*** Block opens ***

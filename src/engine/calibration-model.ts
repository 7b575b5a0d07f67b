// The model a calibration fits: a document with its factors applied, run over a log's samples.
import { compileNetwork } from './network';
import type { Sample } from './run-analysis';
import { solveNetwork } from './solve';
import { solveCompiled } from './solver';
import type { BuildDocument } from './types';
import type { CalibrationOptions, CalibrationParameter } from './calibrate';

/**
 * Parameters are fitted as factors near 1, the connection in mΩ and the charge as a fraction: all
 * of order one. `stateOfCharge` null leaves each bank's own.
 */
export interface Factors {
	bankResistance: number;
	alternatorOutput: number;
	connectionMilliohm: number;
	stateOfCharge?: number | null;
}

export const NEUTRAL: Factors = {
	bankResistance: 1,
	alternatorOutput: 1,
	connectionMilliohm: 0,
	stateOfCharge: null,
};

/** The document with the factors applied (a new object; the input is not touched). */
export function applyCalibration(
	doc: BuildDocument,
	f: Factors,
	cableId: string | undefined,
): BuildDocument {
	return {
		...doc,
		banks: doc.banks.map((b) => ({
			...b,
			unitResistanceOhm: b.unitResistanceOhm * f.bankResistance,
			stateOfCharge:
				f.stateOfCharge === null || f.stateOfCharge === undefined
					? b.stateOfCharge
					: f.stateOfCharge,
		})),
		alternators: doc.alternators.map((a) => ({
			...a,
			ratedHotA: a.ratedHotA * f.alternatorOutput,
			curve: a.curve.map((p) => ({ ...p, currentA: p.currentA * f.alternatorOutput })),
		})),
		cables: doc.cables.map((c) =>
			c.id === cableId && f.connectionMilliohm !== 0
				? {
						...c,
						connectionResistanceOhm: (c.connectionResistanceOhm ?? 0) + f.connectionMilliohm / 1000,
					}
				: c,
		),
	};
}

/**
 * The model of a logged run: the logger reads the lowest amplifier's terminal voltage and the
 * current into the amplifiers. Each amplifier becomes a current sink carrying its share of the
 * logged current (its share at full demand), so one network per parameter set answers every sample
 * with a warm-started solve.
 */
export function runModel(
	doc: BuildDocument,
	options: CalibrationOptions,
	shares: number[],
): (amps: number) => number {
	const asLoads: BuildDocument = {
		...doc,
		amplifiers: [],
		loads: [
			...doc.loads,
			...doc.amplifiers.map((a, i) => ({
				id: `${a.id}\u0000logged`,
				label: a.label,
				positive: a.positive,
				negative: a.negative,
				currentA: shares[i]!,
			})),
		],
	};
	const net = compileNetwork(asLoads, {
		engineRpm: options.engineRpm,
		demand: 1,
		conductorTempC: options.conductorTempC,
	});
	const first = doc.loads.length;
	const ampLoads = net.loads.slice(first);
	let warm: Float64Array | undefined;
	return (amps: number) => {
		ampLoads.forEach((l, i) => {
			l.currentA = shares[i]! * amps;
		});
		const raw = solveCompiled(net, warm);
		if (raw.collapsed) return Number.NaN;
		warm = raw.v;
		let lowest = Number.POSITIVE_INFINITY;
		for (const l of ampLoads) {
			const vp = l.p < 0 ? 0 : raw.v[l.p]!;
			const vn = l.n < 0 ? 0 : raw.v[l.n]!;
			lowest = Math.min(lowest, vp - vn);
		}
		return lowest;
	};
}

/** Evenly spread samples, at most `max`, keeping the first and the last. */
export function thin(samples: Sample[], max: number): Sample[] {
	if (samples.length <= max) return samples;
	return Array.from(
		{ length: max },
		(_, i) => samples[Math.round((i * (samples.length - 1)) / (max - 1))]!,
	);
}

export const rms = (xs: number[]) =>
	Math.sqrt(xs.reduce((s, x) => s + x * x, 0) / Math.max(1, xs.length));

/** Each amplifier's share of the amplifiers' current at full demand (the logger reads their sum). */
export function amplifierShares(
	doc: BuildDocument,
	options: Pick<CalibrationOptions, 'engineRpm' | 'conductorTempC'>,
) {
	const full = solveNetwork(doc, {
		engineRpm: options.engineRpm,
		demand: 1,
		conductorTempC: options.conductorTempC,
	});
	const total = full.amplifiers.reduce((s, a) => s + Math.max(0, a.currentA), 0);
	return full.amplifiers.map((a) =>
		total > 0 ? Math.max(0, a.currentA) / total : 1 / doc.amplifiers.length,
	);
}

/**
 * What a logger on this build would read: the lowest amplifier terminal voltage (V) at a given
 * current into the amplifiers (A), each amplifier carrying its share. The calibration's own model,
 * also what the demo season's logs are made from. NaN where the system collapses.
 */
export function loggedVoltageModel(
	doc: BuildDocument,
	options: Pick<CalibrationOptions, 'engineRpm' | 'conductorTempC'>,
): (amps: number) => number {
	return runModel(doc, { ...options, fit: [] }, amplifierShares(doc, options));
}

/** Pearson correlation of two columns (0 when either is flat). */
export function correlation(a: readonly number[], b: readonly number[]): number {
	const n = a.length;
	const ma = a.reduce((t, v) => t + v, 0) / n;
	const mb = b.reduce((t, v) => t + v, 0) / n;
	let sab = 0;
	let saa = 0;
	let sbb = 0;
	for (let i = 0; i < n; i++) {
		sab += (a[i]! - ma) * (b[i]! - mb);
		saa += (a[i]! - ma) ** 2;
		sbb += (b[i]! - mb) ** 2;
	}
	// Uncentred when a column is constant (an offset): parallel offsets are as indistinguishable.
	if (saa === 0 || sbb === 0) {
		const dot = a.reduce((t, v, i) => t + v * b[i]!, 0);
		const na = Math.sqrt(a.reduce((t, v) => t + v * v, 0));
		const nb = Math.sqrt(b.reduce((t, v) => t + v * v, 0));
		return na && nb ? dot / (na * nb) : 0;
	}
	return sab / Math.sqrt(saa * sbb);
}

/** Why the log says nothing about a value, in the member's terms. */
export function silentReason(
	key: CalibrationParameter,
	doc: BuildDocument,
	options: Pick<CalibrationOptions, 'engineRpm' | 'cableId'>,
): string {
	if (key === 'alternatorOutput')
		return options.engineRpm === 0
			? 'The engine was off: the alternators give nothing at 0 rpm, so this log says nothing about their output.'
			: 'The alternators never reached their output limit in this log, so it does not show what they can give.';
	if (key === 'bankResistance' || key === 'bankCharge')
		return 'The banks carried no current the logger could see: the alternators held the voltage throughout.';
	const cable = doc.cables.find((c) => c.id === options.cableId);
	return `No logged current flows through "${cable?.label ?? 'that cable'}".`;
}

*** Block closes ***

**Work request**.
Search the entries for the word "warm". Copy every line where it occurs.

**Completed exercise**.
 * with a warm-started solve.
	let warm: Float64Array | undefined;
		const raw = solveCompiled(net, warm);
		warm = raw.v;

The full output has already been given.